However, why should we care about improving BISs? As [100] has argued, the main factor that drives economic policy choices is the way in which these policies affect the distribution of income; that is, who gains and who loses as a result of the policy change. These are the types of considerations that are decisive at least in democratic societies because it is the distributional effects of policies that determine how people vote and therefore determine how their elected representatives vote. Indeed, it is through fiscal incidence analyses, both BISs and TISs, that policymakers are able to determine these distributional effects. More accurate analyses will enable policymakers to better determine who are the ultimate beneficiaries of government policies and to better design these policies to target those individuals who are most in need of them. Providing more accurate estimates of the distributional effects of government programs is therefore a crucial, perhaps a decisive, factor in maintaining the political sustainability of government policies. As noted earlier, policies whose benefits are widely distributed are more likely to generate sustainable political support.

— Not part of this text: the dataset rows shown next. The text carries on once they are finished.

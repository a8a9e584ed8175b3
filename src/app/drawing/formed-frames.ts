/** Where each leg and bend of the formed part lies, so that dimensions and leaders have something to point at. */
import type { Solved } from '@shared/result';
import type { Point } from './point';

export interface Stretch {
  /** Index in `legs`; null for the straight inside a joggle. */
  readonly leg: number | null;
  readonly chain: number;
  /** Lower face, at the start and the end. */
  readonly start: Point;
  readonly end: Point;
  /** Radians from +x. */
  readonly heading: number;
}

export interface Curve {
  /** Index in `bends`. */
  readonly bend: number;
  readonly chain: number;
  readonly centre: Point;
  readonly lowerRadius: number;
  readonly upperRadius: number;
  /** 1 up (counter-clockwise), −1 down. */
  readonly sense: 1 | -1;
  readonly from: number;
  readonly sweep: number;
}

export interface Frames {
  readonly thickness: number;
  /** Alternating: one stretch more than curves. */
  readonly stretches: readonly Stretch[];
  readonly curves: readonly Curve[];
}

export const normal = (heading: number): Point => ({ x: -Math.sin(heading), y: Math.cos(heading) });
export const forward = (heading: number): Point => ({ x: Math.cos(heading), y: Math.sin(heading) });

const moved = (from: Point, by: Point, length: number): Point => ({
  x: from.x + by.x * length,
  y: from.y + by.y * length,
});

/** Null when a figure it stands on is missing, as after a consumed leg. */
export function formedFrames(solved: Solved): Frames | null {
  if (!solved.formed?.faces) return null;
  const T = solved.thickness;
  const stretches: Stretch[] = [];
  const curves: Curve[] = [];
  let place: Point = { x: 0, y: 0 };
  let heading = 0;
  let next = 0;

  const straight = (leg: number | null, chain: number, length: number): void => {
    const end = moved(place, forward(heading), length);
    stretches.push({ leg, chain, start: place, end, heading });
    place = end;
  };
  const turn = (): void => {
    const bend = solved.bends[next];
    if (!bend) return;
    const sense = bend.turn === 'up' ? 1 : -1;
    const lowerRadius = sense === 1 ? bend.radius + T : bend.radius;
    const upperRadius = sense === 1 ? bend.radius : bend.radius + T;
    const centre = moved(place, normal(heading), sense * lowerRadius);
    const sweep = (bend.angle * Math.PI) / 180;
    curves.push({ bend: next, chain: bend.chain, centre, lowerRadius, upperRadius, sense, from: heading, sweep });
    heading += sense * sweep;
    place = moved(centre, normal(heading), -sense * lowerRadius);
    next += 1;
  };

  for (const [index, leg] of solved.legs.entries()) {
    straight(index, leg.chain, leg.flat);
    const bend = solved.bends[next];
    if (!bend) continue;
    turn();
    if (bend.joggle === null) continue;
    const joggle = solved.joggles[bend.joggle];
    if (!joggle || joggle.straight === null) return null;
    straight(null, joggle.chain, joggle.straight);
    turn();
  }
  return { thickness: T, stretches, curves };
}

/** A point of a curve: on its lower or upper face, at a part (0 to 1) of its sweep. */
export function onCurve(curve: Curve, face: 'lower' | 'upper', part: number): Point {
  const radius = face === 'lower' ? curve.lowerRadius : curve.upperRadius;
  return moved(curve.centre, normal(curve.from + curve.sense * curve.sweep * part), -curve.sense * radius);
}

/** The upper or lower face of a stretch. */
export function faceOf(stretch: Stretch, face: 'lower' | 'upper', thickness: number): [Point, Point] {
  if (face === 'lower') return [stretch.start, stretch.end];
  const up = normal(stretch.heading);
  return [moved(stretch.start, up, thickness), moved(stretch.end, up, thickness)];
}
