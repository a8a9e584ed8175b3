/** Where each leg and bend of the formed part lies, so that dimensions and leaders have something to point at. */
import { sides } from '@shared/formed/faces';
import type { Bar, Sector } from '@shared/formed/solid';
import { solidsOf } from '@shared/formed/solids-of';
import type { Arc } from '@shared/geometry/curve';
import { arcPoint, ends } from '@shared/geometry/curve';
import type { Solved, XY } from '@shared/result';
import type { Point } from './point';

export type Face = 'lower' | 'upper';

export interface Stretch {
  /** Index in `legs`; null for the straight inside a joggle. */
  readonly leg: number | null;
  readonly chain: number;
  /** Degrees from +x. */
  readonly heading: number;
  readonly lower: readonly [Point, Point];
  readonly upper: readonly [Point, Point];
}

export interface Curve {
  /** Index in `bends`. */
  readonly bend: number;
  readonly chain: number;
  readonly lower: Arc;
  readonly upper: Arc;
  /** 1 up (counter-clockwise), −1 down. */
  readonly sense: 1 | -1;
}

export interface Frames {
  /** Alternating: one stretch more than curves. */
  readonly stretches: readonly Stretch[];
  readonly curves: readonly Curve[];
}

const toPoint = ([x, y]: XY): Point => ({ x, y });

/** Null when a figure it stands on is missing, as after a consumed leg. */
export function formedFrames(solved: Solved): Frames | null {
  const solids = solidsOf(solved);
  if (!solids) return null;
  const stretches: Stretch[] = [];
  const curves: Curve[] = [];
  for (const solid of solids) {
    if (solid.kind === 'bar') stretches.push(stretchOf(solid, solved.thickness));
    else curves.push(curveOf(solid, solved.thickness));
  }
  return { stretches, curves };
}

function stretchOf(bar: Bar, thickness: number): Stretch {
  const [upper, lower] = sides(bar, thickness).map((side): readonly [Point, Point] => {
    const [start, end] = ends(side);
    return [toPoint(start), toPoint(end)];
  }) as [Stretch['upper'], Stretch['lower']];
  return { leg: bar.leg, chain: bar.chain, heading: bar.heading, lower, upper };
}

function curveOf(sector: Sector, thickness: number): Curve {
  const [upper, lower] = sides(sector, thickness) as readonly [Arc, Arc];
  return { bend: sector.bend, chain: sector.chain, lower, upper, sense: sector.sweep > 0 ? 1 : -1 };
}

/** A point of a curve: on its lower or upper face, at a part (0 to 1) of its sweep. */
export function onCurve(curve: Curve, face: Face, part: number): Point {
  const arc = curve[face];
  return toPoint(arcPoint(arc, arc.from + arc.sweep * part));
}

In contrast, policies that are seen as benefitting mainly either higher-income individuals or individuals who are politically well-connected are less likely to maintain similar support. Regardless of this, the ability to provide more accurate distributional estimates requires the ability to conduct more complete fiscal incidence analyses. To date, benefit incidence studies especially have often fallen far short of this standard. We hope that the methods discussed and applied in this paper will help advance these studies.

Author Contributions

Conceptualization, J.A.; data curation, F.K.; formal analysis, F.K.; investigation, F.K.; methodology, F.K.; project administration, F.K.; resources, F.K.; software, F.K., supervision, J.A.; validation, F.K., visualization, J.A.; writing—original draft preparation, J.A.; writing—review and editing, J.A. All authors have read and agreed to the published version of the manuscript.

Funding

This research received no external funding.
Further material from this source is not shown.